Do you have a second person who can help you with this? We had a lot of success anticipating the barking, saying something like “Oh look! A puppy!” and then feeding a treat. But this is virtually impossible without a second set of hands and eyes.


----------



## PB4EVR (Dec 26, 2018)

Great idea --unfortunately, I do not have a second person with us. I can try tossing a treat after "Look, a Puppy" if I see the dog first (he often sees it before I do). Thanks.


----------



## PeggyTheParti (Sep 5, 2019)

The problem with that is you won’t be able to focus on him and might do more harm than good if you’re inadvertently rewarding him when he’s in an excited state. With my husband driving, I could reward Peggy for looking and then disengaging/looking at me. It was the disengaging that triggered the reward.

Could you do a private session or two with a trainer?


----------



## PB4EVR (Dec 26, 2018)

I totally understand. Maybe I could park somewhere dogs frequent so I could focus 100% on him. Appreciate your help.


----------



## PeggyTheParti (Sep 5, 2019)

Parking is a great idea. Choose a parking spot with foot traffic coming from a predictable direction, and keep a good distance to start.

With this stuff, we tended to push Peggy too far, too fast, and actually hindered our progress. Once you’ve got a solid foundation, though, you may be amazed at how well your boy does.


----------



## Raindrops (Mar 24, 2019)

While Peggy's right about all this, when you aren't able to work on the problem I would suggest using a covered crate in the car (or blackout the windows) so he cannot see the other dogs. That way he cannot rehearse this behavior. When working on counter conditioning you want to avoid him backsliding into the same routine when you are not able to work directly with him.


----------



## PeggyTheParti (Sep 5, 2019)

Totally. It’s also not safe having a dog freaking out when you’re driving, especially when it happens with no warning.


----------



## Dianaleez (Dec 14, 2019)

What about those window screens that people use to protect children from the sun? Would that limit his view?


----------



## Raindrops (Mar 24, 2019)

Dianaleez said:


> What about those window screens that people use to protect children from the sun? Would that limit his view?

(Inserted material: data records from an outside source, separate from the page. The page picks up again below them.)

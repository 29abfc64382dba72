"""Positions in the plane: points, mean, rings, ellipse, reference, on equal axes."""

from __future__ import annotations

import math
from typing import Any

import numpy as np

from gnssmon.report.figures.drawing import GREY, HALF_MM, INK, QUALITIES, Drawing
from gnssmon.snapshot import Snapshot

ELLIPSE_95 = 2.4477
"""√χ²(2, 0.95): axes of the 95 % ellipse of normal errors over those of the 1-sigma one."""
VIEW = 1.35
"""Half width of the view in units of R95, where nothing lies far off."""
SMALLEST_M = 0.005
"""A receiver that prints few digits or holds its position still needs a view of some size."""


def _drawable(snapshot: Snapshot) -> bool:
    return len(snapshot.pictures.scatter.east_m) > 0


def _draw(figure: Any, snapshot: Snapshot) -> None:
    from matplotlib.lines import Line2D
    from matplotlib.patches import Circle, Ellipse

    picture = snapshot.pictures.scatter
    axes = figure.subplots()
    mean = picture.mean_m or (0.0, 0.0, 0.0)
    middle, half = _view(snapshot, mean)
    for code, (name, colour) in QUALITIES.items():
        chosen = picture.quality == code
        if chosen.any():
            axes.plot(
                picture.east_m[chosen],
                picture.north_m[chosen],
                ".",
                color=colour,
                markersize=2.2,
                alpha=0.45,
                markeredgewidth=0,
                label=name,
            )
    for radius, style, label in ((picture.cep50_m, "-", "CEP50"), (picture.r95_m, "--", "R95")):
        if math.isfinite(radius):
            axes.add_patch(
                Circle(mean[:2], radius, fill=False, color=INK, linestyle=style, label=f"{label} {radius:.3f} m")
            )
    if picture.ellipse_m is not None:
        major, minor, azimuth_deg = picture.ellipse_m
        axes.add_patch(
            Ellipse(
                mean[:2],
                2 * ELLIPSE_95 * major,
                2 * ELLIPSE_95 * minor,
                angle=90.0 - azimuth_deg,
                fill=False,
                color="#D55E00",
                linestyle=":",
                label="95 % ellipse",
            )
        )
    axes.plot(*mean[:2], "+", color=INK, markersize=7, label="mean")
    if picture.about == "reference":
        axes.plot(0, 0, "x", color="#D55E00", markersize=6, label="reference")
    axes.set_aspect("equal")
    axes.set_xlim(middle[0] - half, middle[0] + half)
    axes.set_ylim(middle[1] - half, middle[1] + half)
    axes.set_xlabel(f"east of the {picture.about}, m")
    axes.set_ylabel(f"north of the {picture.about}, m")
    beyond = int(
        np.count_nonzero(np.maximum(np.abs(picture.east_m - middle[0]), np.abs(picture.north_m - middle[1])) > half)
    )
    if beyond:
        axes.set_title(f"{beyond} of {len(picture.east_m)} points lie outside", fontsize=6.5, color=GREY)
    legend = figure.legend(*axes.get_legend_handles_labels(), loc="outside lower center", ncols=3)
    for handle in legend.legend_handles:
        if isinstance(handle, Line2D) and handle.get_marker() == ".":
            handle.set(markersize=8, alpha=1.0)


def _view(snapshot: Snapshot, mean: tuple[float, float, float]) -> tuple[tuple[float, float], float]:
    """Middle and half width: the R95 ring and nearly all points, and the reference where there is one."""
    picture = snapshot.pictures.scatter
    off = np.maximum(np.abs(picture.east_m - mean[0]), np.abs(picture.north_m - mean[1]))
    radius = picture.r95_m if math.isfinite(picture.r95_m) else float(off.max())
    half = max(VIEW * radius, 1.05 * min(float(off.max()), 2.0 * radius), SMALLEST_M)
    if picture.about != "reference":
        return (mean[0], mean[1]), half
    low = [min(0.0, mean[axis] - half) for axis in (0, 1)]
    high = [max(0.0, mean[axis] + half) for axis in (0, 1)]
    wide = max(high[axis] - low[axis] for axis in (0, 1))
    return ((low[0] + high[0]) / 2, (low[1] + high[1]) / 2), wide / 2 * 1.05


SCATTER = Drawing(
    key="scatter",
    title="Position scatter",
    caption="Each point is one epoch. CEP50 and R95 hold 50 % and 95 % of the points about their mean; the ellipse "
    "would hold 95 % of normally distributed errors.",
    width_mm=HALF_MM,
    height_mm=96.0,
    drawable=_drawable,
    draw=_draw,
)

It could. I think it just depends on how easily triggered he is.


----------



## Rose n Poos (Sep 22, 2017)

There's a backstory to this thread but it involves a slight aversive. Two of the participants are certified trainers . You can do this yourself in a parking lot near a pet store or groomers, somewhere there will be dogs. 









crazy in the car


Hello everyone, My girls go absolutely nuts when traveling in my SUV when they see other animals, especially dogs and oddly motorcycles. I've removed the rear seats so they have plenty of room to lay down or just watch the world go by. But, when going through town a slower speeds they always...




www.poodleforum.com


----------



## PB4EVR (Dec 26, 2018)

Rose n Poos said:


> There's a backstory to this thread but it involves a slight aversive. Two of the participants are certified trainers . You can do this yourself in a parking lot near a pet store or groomers, somewhere there will be dogs.
> 
> 
> 
> ...


I love the backstory. Thanks so much for everyone's input!


----------